Global Dna Methylation Assay And Bisulfite Dna Sequencing
Global DNA methylation was evaluated by a MethylFlashTM Methylated DNA Quantification Kit (Epigentek, NY, USA) according to the instructions and bisulfite DNA sequencing was carried by Sequenom MassARRAY platform (BGI.write, Beijing, China) as previously reported [19].

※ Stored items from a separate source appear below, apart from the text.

"""Raw files as text: what stops a file, what sets a row aside, and what is read in spite of its looks."""

from __future__ import annotations

import csv
import datetime
import gzip
from pathlib import Path
from typing import Any

import numpy as np
import pandas as pd
import pyarrow as pa
import pytest
from hypothesis import given, settings
from hypothesis import strategies as st
from tests.unit import intake_examples as examples

from lineproof.intake import lines
from lineproof.intake.reading import TextTable, open_files, read_text
from lineproof.problems import KnownProblem

COLUMNS = {"security": "id", "date": "day", "return": "ret"}


def raw_rows(file: str, wanted: np.ndarray) -> list[str]:
    """The text of some lines, or rows, of a file."""
    (opened,) = open_files(file, {"label": file, "columns": {}})
    return [text for texts in opened.raw(wanted) for text in texts]


TEXT = "id,day,ret\n1,2000-01-31,0.1\n2,2000-01-31,0.2\n"


def read(folder: Path, content: str | bytes, name: str = "r.csv", **changes: Any) -> TextTable:
    file = examples.write(folder / name, content)
    return read_text(file, examples.reading(f"raw/{name}", COLUMNS, **changes))


def message(*arguments: Any, **options: Any) -> str:
    with pytest.raises(KnownProblem) as caught:
        read(*arguments, **options)
    return str(caught.value).removeprefix(examples.UNUSABLE)


def rows_of(table: TextTable) -> list[tuple]:
    return list(table.rows.itertuples(index=False, name=None))


# Fault 1: missing, empty, header only, broken.


@pytest.mark.fault(1)
def test_missing_file(tmp_path: Path) -> None:
    with pytest.raises(KnownProblem) as caught:
        read_text(str(tmp_path / "none.csv"), examples.reading("raw/none.csv", COLUMNS))
    assert str(caught.value) == (
        "The raw data cannot be used; nothing was written.\n"
        "  raw/none.csv: there is no such file\n"
        "    → check the path in the study file"
    )


@pytest.mark.fault(1)
@pytest.mark.parametrize("name", ["r.csv", "r.csv.gz", "r.parquet"])
def test_empty_file(tmp_path: Path, name: str) -> None:
    assert (
        message(tmp_path, b"", name) == f"  raw/{name}: the file is empty\n    → deliver it again"
    )


@pytest.mark.fault(1)
@pytest.mark.parametrize("text", ["id,day,ret", "id,day,ret\n", "id,day,ret\r\n\r\n  \n"])
def test_header_only(tmp_path: Path, text: str) -> None:
    said = "  raw/r.csv: there is a header but no row\n    → deliver it again"
    assert message(tmp_path, text) == said


def test_no_header(tmp_path: Path) -> None:
    said = "  raw/r.csv, line 1: there are no column names\n    → give a header in line 1"
    assert message(tmp_path, "\n" + TEXT) == said


@pytest.mark.fault(1)
def test_cut_off_gzip(tmp_path: Path) -> None:
    whole = gzip.compress((TEXT * 1000).encode())
    (tmp_path / "r.csv.gz").write_bytes(whole[:-20])
    with pytest.raises(KnownProblem) as caught:
        read_text(str(tmp_path / "r.csv.gz"), examples.reading("raw/r.csv.gz", COLUMNS))
    assert str(caught.value).removeprefix(examples.UNUSABLE) == (
        "  raw/r.csv.gz: it cannot be read: Truncated compressed stream\n"
        "    → is it complete, and what its ending says?"
    )


def test_ending_says_gzip_but_it_is_text(tmp_path: Path) -> None:
    (tmp_path / "r.csv.gz").write_text(TEXT)
    with pytest.raises(KnownProblem, match=r"raw/r\.csv\.gz: it cannot be read: zlib"):
        read_text(str(tmp_path / "r.csv.gz"), examples.reading("raw/r.csv.gz", COLUMNS))


@pytest.mark.fault(1)
@pytest.mark.parametrize(
    ("content", "what"),
    [
        (gzip.compress(TEXT.encode(), mtime=0), "compressed with gzip"),
        (b"PAR1\x15\x04", "a Parquet file"),
        (b"PK\x03\x04\x14", "a spreadsheet or a zip archive"),
        (b"BZh91AY", "compressed with bzip2"),
        (b"ARROW1\0\0", "a Feather (Arrow IPC) file"),
    ],
)
def test_ending_says_text_but_it_is_not(tmp_path: Path, content: bytes, what: str) -> None:
    assert message(tmp_path, content) == (
        f"  raw/r.csv: its ending says plain text, but its first bytes say it is {what}\n"
        "    → name it as what it is, or save it as CSV"
    )


def test_utf16_is_named_as_what_to_set(tmp_path: Path) -> None:
    assert message(tmp_path, TEXT.encode("utf-16")) == (
        "  raw/r.csv: its first bytes say it is UTF-16 text\n    → set encoding: utf-16"
    )


@pytest.mark.fault(1)
def test_broken_parquet_footer(tmp_path: Path) -> None:
    examples.write_parquet(tmp_path / "whole.parquet", {"id": ["1"], "day": ["x"], "ret": [0.1]})
    broken = (tmp_path / "whole.parquet").read_bytes()[:-4]
    said = message(tmp_path, broken, "r.parquet")
    assert said.startswith("  raw/r.parquet: it cannot be read: Parquet magic bytes not found")
    assert said.endswith("\n    → is it complete, and what its ending says?")


# Faults 2, 3, 4 and 6: encoding, columns, separator.


@pytest.mark.fault(2)
def test_first_byte_that_is_not_utf8(tmp_path: Path) -> None:
    content = TEXT.encode() + "3,2000-01-31,é\n".encode("latin-1")
    position = content.index(b"\xe9") + 1
    assert message(tmp_path, content) == (
        f"  raw/r.csv, line 4: byte {position} is not UTF-8 text\n"
        "    → save the file as UTF-8, or set encoding: as in latin-1 or cp1252"
    )


@pytest.mark.fault(3)
def test_absent_columns_with_the_nearest_name(tmp_path: Path) -> None:
    assert message(tmp_path, "id,date,return\n1,2000-01-31,0.1\n") == (
        "  raw/r.csv: there is no column 'day'\n"
        "    → The columns are: id, date, return\n"
        "  raw/r.csv: there is no column 'ret'\n"
        "    → did you mean return? The columns are: id, date, return"
    )


@pytest.mark.fault(4)
def test_column_twice(tmp_path: Path) -> None:
    assert message(tmp_path, "id,day,ret,note,note\n1,2,3,4,5\n") == (
        "  raw/r.csv: two columns are called 'note'\n    → rename one of them"
    )


def test_columns_without_a_name_may_repeat(tmp_path: Path) -> None:
    assert rows_of(read(tmp_path, "id,day,ret,,\n1,2,3,,\n")) == [("1", "2", "3", 2)]


@pytest.mark.fault(6)
@pytest.mark.parametrize(
    ("separator", "name", "shown"),
    [(";", "semicolon", '";"'), ("\t", "tab", '"\\t"'), ("|", "bar", '"|"')],
)
def test_other_separator(tmp_path: Path, separator: str, name: str, shown: str) -> None:
    text = TEXT.replace(",", separator)
    assert message(tmp_path, text) == (
        f"  raw/r.csv: its header has no comma but a {name}\n    → set separator: {shown}"
    )
    assert rows_of(read(tmp_path, text, separator=separator)) == rows_of(read(tmp_path, TEXT))


def test_separator_that_cannot_be_one(tmp_path: Path) -> None:
    assert message(tmp_path, TEXT, separator="§") == (
        "  raw/r.csv, separator: the character '§' cannot part the fields of a file\n"
        "    → use , or ; or | or a tab"
    )


# Fault 5: fields that do not fit the header.


@pytest.mark.fault(5)
def test_rows_that_do_not_fit(tmp_path: Path) -> None:
    table = read(
        tmp_path,
        'id,day,ret\n1,a,b,c\n1,a,b\n\n1,a\n1,"a,b\n1,a "b" c,d\n1,a\rb,c\n1,"a,b",c"',
    )
    assert rows_of(table) == [("1", "a", "b", 3)]
    assert list(table.rejects.itertuples(index=False, name=None)) == [
        (2, "4 fields instead of 3"),
        (5, "2 fields instead of 3"),
        (6, "a quote that is opened and not closed"),
        (7, "a quote that is not at the edge of its field"),
        (8, "a carriage return inside the row"),
        (9, "a quote that is opened and not closed"),
    ]
    assert table.n_read == 7


@pytest.mark.fault(5)
def test_unbalanced_quote_spoils_no_other_row(tmp_path: Path) -> None:
    table = read(tmp_path, 'id,day,ret\n1,"a,b\n2,c,d\n3,e,f\n4,"g,h\n5,i,j\n')
    assert [row[0] for row in rows_of(table)] == ["2", "3", "5"]
    assert table.rejects["line"].tolist() == [2, 5]


def slow_fields(line: str) -> list[str] | None:
    """The fields of a line by a state machine; None where it cannot be split."""
    fields, at = [], 0
    while True:
        if line[at : at + 1] == '"':
            value, at = "", at + 1
            while at < len(line) and (line[at] != '"' or line[at : at + 2] == '""'):
                value += line[at]
                at += 2 if line[at] == '"' else 1
            if at == len(line):
                return None
            at += 1
            while line[at : at + 1] == " ":
                at += 1
        else:
            end = (line + ",").index(",", at)
            value, at = line[at:end], end
            if '"' in value:
                return None
        fields.append(value.strip())
        if at == len(line):
            return fields
        if line[at] != ",":
            return None
        at += 1


@settings(max_examples=150, deadline=None)
@given(
    rows=st.lists(st.text('ab," é', max_size=12), min_size=1, max_size=12),
    ends=st.sampled_from(["\n", "\r\n"]),
    block=st.integers(1, 60),
)
def test_fields_agree_with_a_slow_reader(
    tmp_path_factory: pytest.TempPathFactory, rows: list[str], ends: str, block: int
) -> None:
    folder = tmp_path_factory.mktemp("fields")
    expected = [(slow_fields(row), number) for number, row in enumerate(rows, start=2)]
    expected = [(f, n) for (f, n), row in zip(expected, rows, strict=True) if row.strip()]
    fit = [(*f, n) for f, n in expected if f is not None and len(f) == 3]
    with pytest.MonkeyPatch.context() as patch:
        patch.setattr(lines, "_BLOCK", block)  # lines are cut at every place
        try:
            table = read(folder, ends.join(["id,day,ret", *rows]))
        except KnownProblem:
            assert not expected
            return
    assert rows_of(table) == fit
    assert table.rejects["line"].tolist() == [n for f, n in expected if not f or len(f) != 3]


@settings(max_examples=50, deadline=None)
@given(rows=st.lists(st.tuples(*[st.text('ab,"; 1', max_size=6)] * 3), min_size=1, max_size=8))
def test_what_a_csv_writer_quotes_is_read_back(
    tmp_path_factory: pytest.TempPathFactory, rows: list[tuple[str, str, str]]
) -> None:
    file = tmp_path_factory.mktemp("quoted") / "r.csv"
    with file.open("w", newline="") as stream:
        writer = csv.writer(stream, quoting=csv.QUOTE_ALL)
        writer.writerows([("id", "day", "ret"), *rows])
    table = read_text(str(file), examples.reading("raw/r.csv", COLUMNS))
    assert [row[:3] for row in rows_of(table)] == [tuple(v.strip() for v in row) for row in rows]
    assert table.rejects.empty


# Fault 7: marks, blanks and line ends.


@pytest.mark.fault(7)
def test_bom_crlf_quotes_blanks_and_empty_lines(tmp_path: Path) -> None:
    text = '\ufeff"id", day ,ret\r\n"001" , 2000-01-31,0.1\r\n\r\n2,"a, ""b""",\u00a00.2  \r\n   \r\n3,,'
    table = read(tmp_path, text)
    assert rows_of(table) == [
        ("001", "2000-01-31", "0.1", 2),
        ("2", 'a, "b"', "0.2", 4),
        ("3", "", "", 6),
    ]
    assert table.n_trimmed == 3
    assert table.n_read == 3


@pytest.mark.parametrize("name", ["r.csv.gz", "r.csv.bz2", "r.csv.zst", "r.tsv", "r.tsv.gz"])
def test_compressed_and_tab_separated_copies(tmp_path: Path, name: str) -> None:
    text = TEXT.replace(",", "\t") if "tsv" in name else TEXT
    assert rows_of(read(tmp_path, text, name)) == rows_of(read(tmp_path, TEXT))


def test_blocks_do_not_show(tmp_path: Path, monkeypatch: pytest.MonkeyPatch) -> None:
    text = "id,day,ret\n" + "".join(
        f"{i},x,{i / 7:.6f}{',y' * (i % 50 == 0)}\n" for i in range(999)
    )
    whole = read(tmp_path, text)
    monkeypatch.setattr(lines, "_BLOCK", 1000)
    parts = read(tmp_path, text)
    pd.testing.assert_frame_equal(whole.rows, parts.rows)
    pd.testing.assert_frame_equal(whole.rejects, parts.rejects)
    wanted = np.array([2, 499, 500, 1000])
    everything = text.splitlines()
    file = str(tmp_path / "r.csv")
    assert raw_rows(file, wanted) == [everything[number - 1] for number in wanted]


def test_raw_text_is_as_it_stands(tmp_path: Path) -> None:
    file = examples.write(tmp_path / "r.csv.gz", '\ufeffid,day\r\n 1 ,"é, "\r\n2,b')
    assert raw_rows(file, np.array([1, 2, 3])) == ["id,day", ' 1 ,"é, "', "2,b"]
    assert raw_rows(file, np.array([], dtype=int)) == []


# Parquet.


def test_parquet_types_are_read_as_they_would_stand_in_a_text(tmp_path: Path) -> None:
    day = datetime.date(2000, 1, 31)
    file = examples.write_parquet(
        tmp_path / "r.parquet",
        {
            "id": pa.array([10001.0, 2.0, None]),
            "day": pa.array([day, None, day]),
            "ret": pa.array([0.1, float("nan"), None]),
            "sector": pa.array(["x ", None, "z"]).dictionary_encode(),
        },
    )
    options = examples.reading("raw/r.parquet", {**COLUMNS, "sector": "sector"}, dates="%d.%m.%Y")
    table = read_text(file, options)
    assert rows_of(table) == [
        ("10001", "31.01.2000", "0.1", "x", 1),
        ("2", "", "", "", 2),
        ("", "31.01.2000", "", "z", 3),
    ]
    assert (table.place, table.n_trimmed) == ("row", 1)
    assert raw_rows(file, np.array([2, 3])) == ["2.0,,nan,", ",2000-01-31,,z"]


@pytest.mark.parametrize("kind", [pa.timestamp("ns"), pa.timestamp("s"), pa.date64()])
def test_parquet_times_are_dates(tmp_path: Path, kind: pa.DataType) -> None:
    day = pa.array([datetime.datetime(2000, 1, 31)]).cast(kind)
    file = examples.write_parquet(tmp_path / "r.parquet", {"id": ["1"], "day": day, "ret": [0.5]})
    assert rows_of(read_text(file, examples.reading("r", COLUMNS))) == [
        ("1", "2000-01-31", "0.5", 1)
    ]


def test_parquet_without_a_column(tmp_path: Path) -> None:
    file = examples.write_parquet(tmp_path / "r.parquet", {"id": ["1"], "days": ["x"], "ret": [1]})
    with pytest.raises(KnownProblem) as caught:
        read_text(file, examples.reading("raw/r.parquet", COLUMNS))
    assert str(caught.value) == (
        "The raw data cannot be used; nothing was written.\n"
        "  raw/r.parquet: there is no column 'day'\n"
        "    → did you mean days? The columns are: id, days, ret"
    )
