"""SVG figures set into the report: several in one page, coloured by the page."""

from __future__ import annotations

import re
from html import escape

from lineproof.paper.palette import LIGHT

LEAST, MOST = 0.067, 0.0966  # rem a point: legible on a phone; as wide as the report's column
_ROOT = re.compile(r"<svg\b[^>]*?\bviewBox=\"([^\"]+)\"[^>]*>", re.DOTALL)
_DROPPED = re.compile(r"<metadata>.*?</metadata>|<style\b.*?</style>", re.DOTALL)


def inline_svg(svg: bytes, name: str, title: str, description: str) -> str:
    """The figure as an element of an HTML page.

    Ids get `name` as a prefix, so that figures do not share any; colours of the palette become the
    page's own; title and description, plain text, are what a screen reader says. Raises ValueError
    for a file without a view box.
    """
    text = svg.decode("utf-8")
    root = _ROOT.search(text)
    if root is None:
        raise ValueError(f"figure {name} is no SVG with a view box")
    body = _DROPPED.sub("", text[root.end() :])
    body = re.sub(r'\bid="', f'id="{name}-', body)
    body = body.replace("url(#", f"url(#{name}-").replace('xlink:href="#', f'href="#{name}-')
    for token, colour in LIGHT.items():
        body = body.replace(colour, f"var(--plot-{token})")
    width = float(root[1].split()[2])
    size = f"min-width:{width * LEAST:.1f}rem;max-width:{width * MOST:.1f}rem"
    return (
        f'<svg class="plot" style="{size}" viewBox="{root[1]}" role="img" '
        f'aria-labelledby="{name}-title {name}-desc">'
        f'<title id="{name}-title">{escape(title)}</title>'
        f'<desc id="{name}-desc">{escape(description)}</desc>{body.strip()}'
    )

Chromatin Immunoprecipitation (Chip) Assay And Ddb2 Promoter Reporter Assay
ChIP assays were conducted using a ChIP assay kit (Beyotime, Shanghai, China) as reported [20]. The primers for DDB2 used in the ChIP PCR were F: 5' ACT CCC CAA CTA CAC CCT GT 3' and R: 5' CCG GCT AAT TTC TCT CTC TCT 3'. A dual luciferase reporter system (Promega, Madison, WI) was used for DNA methylation dependent DDB2 promoter luciferase reporter assays, in which the MBD2 binding sites within the DDB2 promoter were disrupted using the established techniques [21].
Flow Cytometric Analysis
A549 and B16F10 cells were transfected with DiI-labeled liposomes for 2 or 4 h. After washing, the cells were analyzed using a FACSCanto II (BD Biosciences, San Jose, CA, USA) as reported [22]. All data were analyzed using the FACSExpress V3 software (De Novo Software) based on the manufacturer’s protocol.
Anticancer Activity In The B16f10 Lung Metastasis Model
The melanoma tumor-bearing mouse model was established through the subcutaneous injection of B16F10 melanoma cells into the right flanks of C57BL/6 mice (6×105 cells/mouse). Once the tumor volume reached approximately 80 mm3, the mice were intratumorally injected with PBS, L-scramble siRNA, empty liposomes or L-MBD2 siRNA (1 mg/kg) for a total of three times with a three-day of interval. Tumor progression was assessed by monitoring the tumor volume with the following equation: V = (length×width2)/2. Two days after the last injection, the mice were sacrificed, and the tumor tissues were collected and weighed. The tumors were cryosectioned into pieces. The sections were co-stained with a FITC-labeled anti-N-cadherin antibody and an Alexa Fluor 594-labeled anti-E-cadherin antibody at 37°C for 30 min. After rinsing the sections with PBS. the distribution of N-cadherin and E-cadherin was observed by confocal microscopy, and the relative fluorescence intensity was determined using the ImageJ software.
To further investigate the inhibitory capability of L-MBD2 siRNA in tumor metastasis, B16F10 melanoma cells were incubated with PBS, empty liposomes, 50 nM L-scramble siRNA or 50 nM L-MBD2 siRNA for 6 h, respectively. The pretreated B16-F10 tumor cells were then intravenously injected into the C57BL/6 mice (2×105 cells/mouse). After 20 days of injection, metastatic tumor-bearing lung tissues were collected from sacrificed mice, and the pulmonary metastatic nodules were counted. Tumor-bearing lung sections were also prepared for H&E staining.
Statistical analysis
All experiments were conducted with at least three independent replicates, and statistical analyses were performed using the GraphPad Prism 5.0 software (San Diego, CA, USA). Data are presented as the mean ± SEM, and an independent Student’s t test was applied to analyze the statistical significance of differences between two groups. As for comparisons among multiple groups, one-way ANOVA followed by Tukey’s post hoc test was performed. In all cases p < 0.05 were considered with statistical significance.